I have a Dataframe like below
+-----------+----------+-------+-------+-----+----------+-----------+
| InvoiceNo | totalamt | Item# | price | qty | MainCode | ProdTotal |
+-----------+----------+-------+-------+-----+----------+-----------+
| Inv_001 | 1720 | 260 | 1500 | 1 | 0 | 1500 |
| Inv_001 | 1720 | 777 | 100 | 1 | 260 | 100 |
| Inv_001 | 1720 | 888 | 120 | 1 | 260 | 120 |
| Inv_002 | 1160 | 360 | 700 | 1 | 0 | 700 |
| Inv_002 | 1160 | 777 | 100 | 1 | 360 | 100 |
| Inv_002 | 1160 | 888 | 120 | 1 | 360 | 120 |
| Inv_002 | 1160 | 999 | 140 | 1 | 360 | 140 |
| Inv_002 | 1160 | 111 | 100 | 1 | 0 | 100 |
+-----------+----------+-------+-------+-----+----------+-----------+
I want to add the ProdTotal
value, whose MainCode
is equal to the Item#
.
Inspired from the answers I got for my question, I managed to produce the desired output mentioned below
+-----------+----------+-------+-------+-----+----------+-----------+
| InvoiceNo | totalamt | Item# | price | qty | MainCode | ProdTotal |
+-----------+----------+-------+-------+-----+----------+-----------+
| Inv_001 | 1720 | 260 | 1720 | 1 | 0 | 1720 |
| Inv_002 | 1160 | 360 | 1060 | 1 | 0 | 1060 |
| Inv_002 | 1160 | 111 | 100 | 1 | 0 | 100 |
+-----------+----------+-------+-------+-----+----------+-----------+
using the Code below
df = pd.read_csv('data.csv')
df_grouped = dict(tuple(df.groupby(['InvoiceNo'])))
remove_index= []
ids = 0
for x in df_grouped:
for index, row in df_grouped[x].iterrows():
ids += 1
try:
main_code_data = df_grouped[x].loc[df_grouped[x]['MainCode'] == row['Item#']]
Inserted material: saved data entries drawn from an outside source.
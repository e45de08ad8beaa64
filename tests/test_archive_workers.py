"""Several `relcorr run` processes on one archive, and workers killed mid-stage.

Each run here is a separate process (`python -m pipelines.cli`), as an operator would start them:

* two runs against one central luigid (bound to 127.0.0.1 on a free port): every task is computed once,
  by one of them, and the products are byte-identical to a run with the local scheduler;
* a worker killed with SIGKILL while it writes a stage's output: no half file counts as complete, the
  rerun finishes, removes the temporaries and gives the bytes of an uninterrupted run;
* two runs with the local scheduler at once in one folder (both may compute the same step: each writes
  its own temporary and renames it into place; neither removes the other's);
* two configs sharing a work folder with different stage lists: fingerprints keep them apart.

The data are the invented demo scenarios (pipelines/demo.py), generated once per module.
"""
from __future__ import annotations

import hashlib
import json
import os
import shutil
import signal
import socket
import subprocess
import sys
import time
from pathlib import Path

import pyarrow.parquet as pq
import pytest

from tests.conftest import REPO

TIMEOUT = 240  # seconds, for any one subprocess
DAYS = ("--from", "2024-06-15", "--to", "2024-06-24")
NIGHTLY_FILES = ("nightly.toml", "conjunction-states.parquet", "stations.toml")

BIG = """
[pipeline]
name = "crash-safety"
record_kind = "tracking"
inputs = ["raw/*.parquet"]
batch_rows = 65536

[demo]
seed = 11
records_per_partition = 300000
partitions = 1

[[stages]]
use = "stations"
catalogue = "stations.toml"

[[stages]]
use = "time_scales"

[[stages]]
use = "station_position"
"""

SHARED = """
[pipeline]
name = "{name}"
record_kind = "tracking"
inputs = ["raw/*.parquet"]
work_dir = "work"
product_dir = "{products}"

[demo]
seed = 5
records_per_partition = 2000
partitions = 2

[[stages]]
use = "stations"
catalogue = "stations.toml"

[[stages]]
use = "time_scales"
"""

STATION_POSITION = """
[[stages]]
use = "station_position"
"""


# ---------------------------------------------------------------------------- helpers
def _env() -> dict[str, str]:
    env = dict(os.environ)
    env["PYTHONPATH"] = os.pathsep.join([str(REPO), *filter(None, [env.get("PYTHONPATH")])])
    return env


def start(folder: Path, *args: str, **kwargs) -> subprocess.Popen:
    kwargs.setdefault("stdout", subprocess.PIPE)
    kwargs.setdefault("stderr", subprocess.STDOUT)
    return subprocess.Popen([sys.executable, "-m", "pipelines.cli", *args], cwd=folder, env=_env(), text=True,
                            **kwargs)


def finish(proc: subprocess.Popen) -> tuple[int, str]:
    try:
        out, _ = proc.communicate(timeout=TIMEOUT)
    except subprocess.TimeoutExpired:
        proc.kill()
        proc.communicate(timeout=30)
        raise
    return proc.returncode, out or ""


def relcorr(folder: Path, *args: str) -> tuple[int, str]:
    return finish(start(folder, *args))


def manifest_of(out: str) -> dict:
    """The run manifest a `relcorr run` names on its last lines."""
    line = [ln for ln in out.splitlines() if ln.startswith("manifest  ")][-1]
    return json.loads(Path(line.split(None, 1)[1]).read_text())


def statuses(m: dict) -> dict[tuple[str, str], str]:
    return {(p["partition"], a["step"]): a["status"] for p in m["partitions"] for a in p["steps"]}


def sha(path: Path) -> str:
    return hashlib.sha256(path.read_bytes()).hexdigest()


def products(m: dict) -> dict[tuple[str, str], tuple[str, str]]:
    """(partition, records|quarantine) -> (file name, sha256) of the product the stable name points at."""
    out = {}
    for p in m["partitions"]:
        for entity in p["steps"][-1]["outputs"]:
            target = Path(entity["current"]).resolve(strict=True)
            out[(p["partition"], entity["role"])] = (target.name, sha(target))
    return out


def balanced(m: dict) -> bool:
    return (m["run"]["status"] == "succeeded" and m["totals"]["balanced"]
            and all(p["balance"]["balanced"] for p in m["partitions"]))


def temporaries(folder: Path) -> list[Path]:
    return sorted(folder.rglob(".*.tmp-*"))


def copy_folder(src: Path, dst: Path) -> Path:
    """The config files and raw archive of ``src`` (not its work or products) in a new folder ``dst``."""
    dst.mkdir(parents=True)
    for f in src.iterdir():
        if f.is_file():
            shutil.copy2(f, dst / f.name)
    shutil.copytree(src / "raw", dst / "raw")
    return dst


def generate(config: Path) -> None:
    from pipelines import demo
    from pipelines.config import load_config

    demo.generate(load_config(config, require_inputs=False))


def plan_of(config: Path):
    from pipelines.config import load_config
    from pipelines.plan import load_plan

    cfg = load_config(config)
    return load_plan(str(cfg.path), cfg.sha256, str(cfg.base_dir))


# ---------------------------------------------------------------------------- data, generated once
@pytest.fixture(scope="module")
def nightly(tmp_path_factory) -> Path:
    """sample_configs/nightly.toml with its model files and the generated daily archive (61 days)."""
    folder = tmp_path_factory.mktemp("nightly")
    for name in NIGHTLY_FILES:
        shutil.copy2(REPO / "sample_configs" / name, folder / name)
    generate(folder / "nightly.toml")
    return folder


@pytest.fixture(scope="module")
def big(tmp_path_factory) -> Path:
    """One partition of 300 000 records, stages that take a noticeable time each."""
    folder = tmp_path_factory.mktemp("big")
    shutil.copy2(REPO / "sample_configs" / "stations.toml", folder / "stations.toml")
    (folder / "big.toml").write_text(BIG)
    generate(folder / "big.toml")
    return folder


@pytest.fixture(scope="module")
def big_reference(big, tmp_path_factory) -> dict:
    """Manifest of one uninterrupted run of ``big`` in a folder of its own."""
    folder = copy_folder(big, tmp_path_factory.mktemp("big-reference") / "run")
    rc, out = relcorr(folder, "run", "big.toml")
    assert rc == 0, out
    m = manifest_of(out)
    assert balanced(m)
    return m


# ---------------------------------------------------------------------------- 1. central scheduler
def _free_port() -> int:
    with socket.socket() as s:
        s.bind(("127.0.0.1", 0))
        return s.getsockname()[1]


def test_two_runs_on_a_central_scheduler_compute_each_task_once(nightly, tmp_path):
    reference = copy_folder(nightly, tmp_path / "reference")
    rc, out = relcorr(reference, "run", "nightly.toml", *DAYS)
    assert rc == 0, out
    ref = manifest_of(out)

    shared = copy_folder(nightly, tmp_path / "shared")
    port = _free_port()
    logdir = tmp_path / "luigid"
    logdir.mkdir()
    luigid = subprocess.Popen([str(Path(sys.executable).with_name("luigid")), "--address", "127.0.0.1",
                               "--port", str(port), "--logdir", str(logdir),
                               "--state-path", str(logdir / "state.pickle")],
                              stdout=subprocess.DEVNULL, stderr=subprocess.DEVNULL)
    try:
        deadline = time.monotonic() + 30
        while True:
            try:
                socket.create_connection(("127.0.0.1", port), timeout=0.2).close()
                break
            except OSError:
                assert luigid.poll() is None, "luigid exited"
                assert time.monotonic() < deadline, "luigid did not open its port"
                time.sleep(0.1)
        args = ("run", "nightly.toml", *DAYS, "--scheduler-host", "127.0.0.1", "--scheduler-port", str(port))
        procs = [start(shared, *args), start(shared, *args)]
        results = [finish(p) for p in procs]
    finally:
        luigid.terminate()
        try:
            luigid.wait(timeout=15)
        except subprocess.TimeoutExpired:
            luigid.kill()
            luigid.wait(timeout=15)
    for rc, out in results:
        assert rc == 0, out
    a, b = (manifest_of(out) for _, out in results)
    assert a["run"]["id"] != b["run"]["id"]
    sa, sb = statuses(a), statuses(b)
    assert sa.keys() == sb.keys() == statuses(ref).keys()
    assert len({p for p, _ in sa}) == 10 and len(sa) == 10 * 8  # ingest, 6 stages, product per day
    # computed exactly once: "ran" in one run's manifest, "reused" in the other's
    twice_or_never = {k: (sa[k], sb[k]) for k in sa if sorted((sa[k], sb[k])) != ["ran", "reused"]}
    assert not twice_or_never
    assert balanced(a) and balanced(b)
    assert products(a) == products(b) == products(ref)
    assert temporaries(shared) == []


# ---------------------------------------------------------------------------- 2. SIGKILL mid-stage
def test_worker_killed_mid_stage_leaves_no_complete_looking_output(big, big_reference, tmp_path):
    from pipelines.tasks import FingerprintTarget

    folder = copy_folder(big, tmp_path / "crash")
    plan = plan_of(folder / "big.toml")
    (pid, pp), = plan.partitions.items()
    steps = {s.name: s for s in pp.steps}
    killed = steps["station_position"]
    work = killed.output.parent
    for attempt in range(3):
        shutil.rmtree(plan.config.work_dir, ignore_errors=True)
        shutil.rmtree(plan.config.product_dir, ignore_errors=True)
        proc = start(folder, "run", "big.toml", stdout=subprocess.DEVNULL, stderr=subprocess.DEVNULL,
                     start_new_session=True)
        seen = []
        try:
            deadline = time.monotonic() + TIMEOUT
            while not seen and proc.poll() is None and time.monotonic() < deadline:
                seen = list(work.glob(f".{killed.output.name}.tmp-*")) if work.is_dir() else []
                if not seen:
                    time.sleep(0.002)
            if proc.poll() is None:
                os.killpg(proc.pid, signal.SIGKILL)
        finally:
            if proc.poll() is None:
                os.killpg(proc.pid, signal.SIGKILL)
            proc.wait(timeout=30)
        # the kill landed mid-stage when the temporary is still there and the step is not complete
        if seen and seen[0].exists() and not FingerprintTarget(killed.output, killed.fingerprint).exists():
            break
    else:
        pytest.fail("three attempts to kill the worker inside station_position all came too late")
    assert proc.returncode == -signal.SIGKILL

    # nothing under a final name is partial, and nothing counts as complete that is not
    assert not killed.output.exists() and not killed.quarantine.exists()
    assert not FingerprintTarget(pp.steps[-1].output, pp.steps[-1].fingerprint).exists()
    by_name = {p.name: (s, role) for s in pp.steps[:-1]
               for p, role in ((s.output, "records"), (s.quarantine, "quarantine"))}
    finished = sorted(f for f in work.glob("*.parquet"))
    assert [f.name for f in finished] == sorted(
        p.name for s in pp.steps[:killed.position] for p in (s.output, s.quarantine))
    for f in finished:
        step, role = by_name[f.name]
        assert FingerprintTarget(f, step.fingerprint).exists(), f
        stats = pq.read_metadata(f).metadata[b"relcorr.stats"]
        key = "rows_out" if role == "records" else "rows_quarantined"
        assert pq.read_table(f).num_rows == json.loads(stats)[key], f
    strays = temporaries(folder)
    assert strays and all(p.parent == work for p in strays)

    rc, out = relcorr(folder, "run", "big.toml")
    assert rc == 0, out
    m = manifest_of(out)
    st = statuses(m)
    assert [st[(pid, s.name)] for s in pp.steps] == ["reused"] * killed.position + ["ran"] * (
        len(pp.steps) - killed.position)
    assert balanced(m)
    assert m["totals"]["rows_in"] == 300000 == m["totals"]["rows_out"] + m["totals"]["rows_quarantined"]
    assert products(m) == products(big_reference)
    assert temporaries(folder) == []


# ---------------------------------------------------------------------------- 3. two local schedulers
def test_two_local_runs_at_once_in_one_folder(big, big_reference, tmp_path):
    folder = copy_folder(big, tmp_path / "twice")
    results = [finish(p) for p in [start(folder, "run", "big.toml"), start(folder, "run", "big.toml")]]
    for rc, out in results:
        assert rc == 0, out
    ms = [manifest_of(out) for _, out in results]
    for m in ms:
        assert balanced(m)
        assert products(m) == products(big_reference)
    # both may have computed a step; none was left to nobody
    sa, sb = (statuses(m) for m in ms)
    assert sa.keys() == sb.keys() and all("ran" in (sa[k], sb[k]) for k in sa)
    assert temporaries(folder) == []
    last = max(folder.glob("products/manifests/*.json"), key=lambda p: p.stat().st_mtime_ns)
    rc, out = relcorr(folder, "verify", str(last))
    assert rc == 0, out


# ---------------------------------------------------------------------------- 4. shared work folder
def test_configs_with_different_stages_share_a_work_folder(tmp_path):
    folder = tmp_path / "shared"
    folder.mkdir()
    shutil.copy2(REPO / "sample_configs" / "stations.toml", folder / "stations.toml")
    (folder / "a.toml").write_text(SHARED.format(name="share-a", products="products-a"))
    (folder / "b.toml").write_text(SHARED.format(name="share-b", products="products-b") + STATION_POSITION)
    generate(folder / "a.toml")

    rc, out = relcorr(folder, "run", "a.toml")
    assert rc == 0, out
    a1 = manifest_of(out)
    rc, out = relcorr(folder, "run", "b.toml")
    assert rc == 0, out
    b = manifest_of(out)
    rc, out = relcorr(folder, "run", "a.toml")
    assert rc == 0, out
    a2 = manifest_of(out)

    # B found A's steps under the same fingerprints and computed only its own
    sb = statuses(b)
    assert {k: v for k, v in sb.items() if k[1] in ("ingest", "stations", "time_scales")} == {
        k: "reused" for k in sb if k[1] in ("ingest", "stations", "time_scales")}
    assert {v for k, v in sb.items() if k[1] in ("station_position", "product")} == {"ran"}
    # A again: nothing to do, the same bytes
    assert set(statuses(a2).values()) == {"reused"}
    assert a2["run"]["luigi_summary"]["ran"] == 0
    assert products(a2) == products(a1)
    assert balanced(a1) and balanced(b) and balanced(a2)
    assert a1["partitions"][0]["steps"][-1]["fingerprint"] != b["partitions"][0]["steps"][-1]["fingerprint"]

    alone = copy_folder(folder, tmp_path / "b-alone")
    (alone / "a.toml").unlink()
    rc, out = relcorr(alone, "run", "b.toml")
    assert rc == 0, out
    assert products(manifest_of(out)) == products(b)
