# ---------------------------------------------------------------------------
# Kepler orbits
# ---------------------------------------------------------------------------
def test_kepler_equation_and_two_body_invariants():
    t = np.linspace(0.0, 2 * DAY_S, 2001)
    for e in (0.0, 0.01, 0.3, 0.9, 0.99):
        a = A_NAV_M
        pos, vel, E = cr.kepler_state(a, e, 0.96, 1.1, -0.4, 2.5, 100.0, t, GM)
        n = np.sqrt(GM / a**3)
        M = 2.5 + n * (t - 100.0)
        # Kepler's equation M = E - e sin E (definition)
        np.testing.assert_allclose(E - e * np.sin(E), M, rtol=0, atol=1e-12)
        r = np.linalg.norm(pos, axis=1)
        v2 = np.einsum("ij,ij->i", vel, vel)
        # vis-viva v^2/2 - GM/r = -GM/(2a) (two-body energy, textbook, common practice)
        np.testing.assert_allclose(0.5 * v2 - GM / r, -GM / (2 * a), rtol=1e-12)
        # |r x v| = sqrt(GM a (1 - e^2)) (angular momentum, textbook, common practice)
        h = np.linalg.norm(np.cross(pos, vel), axis=1)
        np.testing.assert_allclose(h, np.sqrt(GM * a * (1 - e * e)), rtol=1e-12)
        # r = a (1 - e cos E) (textbook, common practice)
        np.testing.assert_allclose(r, a * (1 - e * np.cos(E)), rtol=1e-13)
    # velocity is the time derivative of position (5-point central difference, h = 2 s:
    # truncation ~h^4 n^4 v/30 ~ 1e-12 m/s, rounding ~1e-8 m/s; common practice)
    tc = np.array([1234.5, 20000.0, 70000.0])
    h = 2.0

    def p(dt):
        return cr.kepler_state(A_NAV_M, 0.3, 0.96, 1.1, -0.4, 2.5, 0.0, tc + dt, GM)[0]

    _, v, _ = cr.kepler_state(A_NAV_M, 0.3, 0.96, 1.1, -0.4, 2.5, 0.0, tc, GM)
    deriv = (p(-2 * h) - 8 * p(-h) + 8 * p(h) - p(2 * h)) / (12 * h)
    np.testing.assert_allclose(deriv, v, rtol=0, atol=1e-7)
    with pytest.raises(ValueError):
        cr.solve_kepler_rad(0.3, 1.0)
length = len(main_code_data['Item#'])
iterator = 0
index_value = 0
for i in range(len(df_grouped[x].index)):
index_value += df_grouped[x].at[index + iterator, 'ProdTotal']
df.at[index, 'ProdTotal'] = index_value
iterator += 1
for item in main_code_data.index:
remove_index.append(item)
except:
pass
df = df.drop(remove_index)
But the data consists of millions of rows and this code runs very slowly. A brief google search & comments from other members, I got to know that iterrows()
is making the code run slow. How can I replace iterrows()
to make my code more efficient and more pythonic?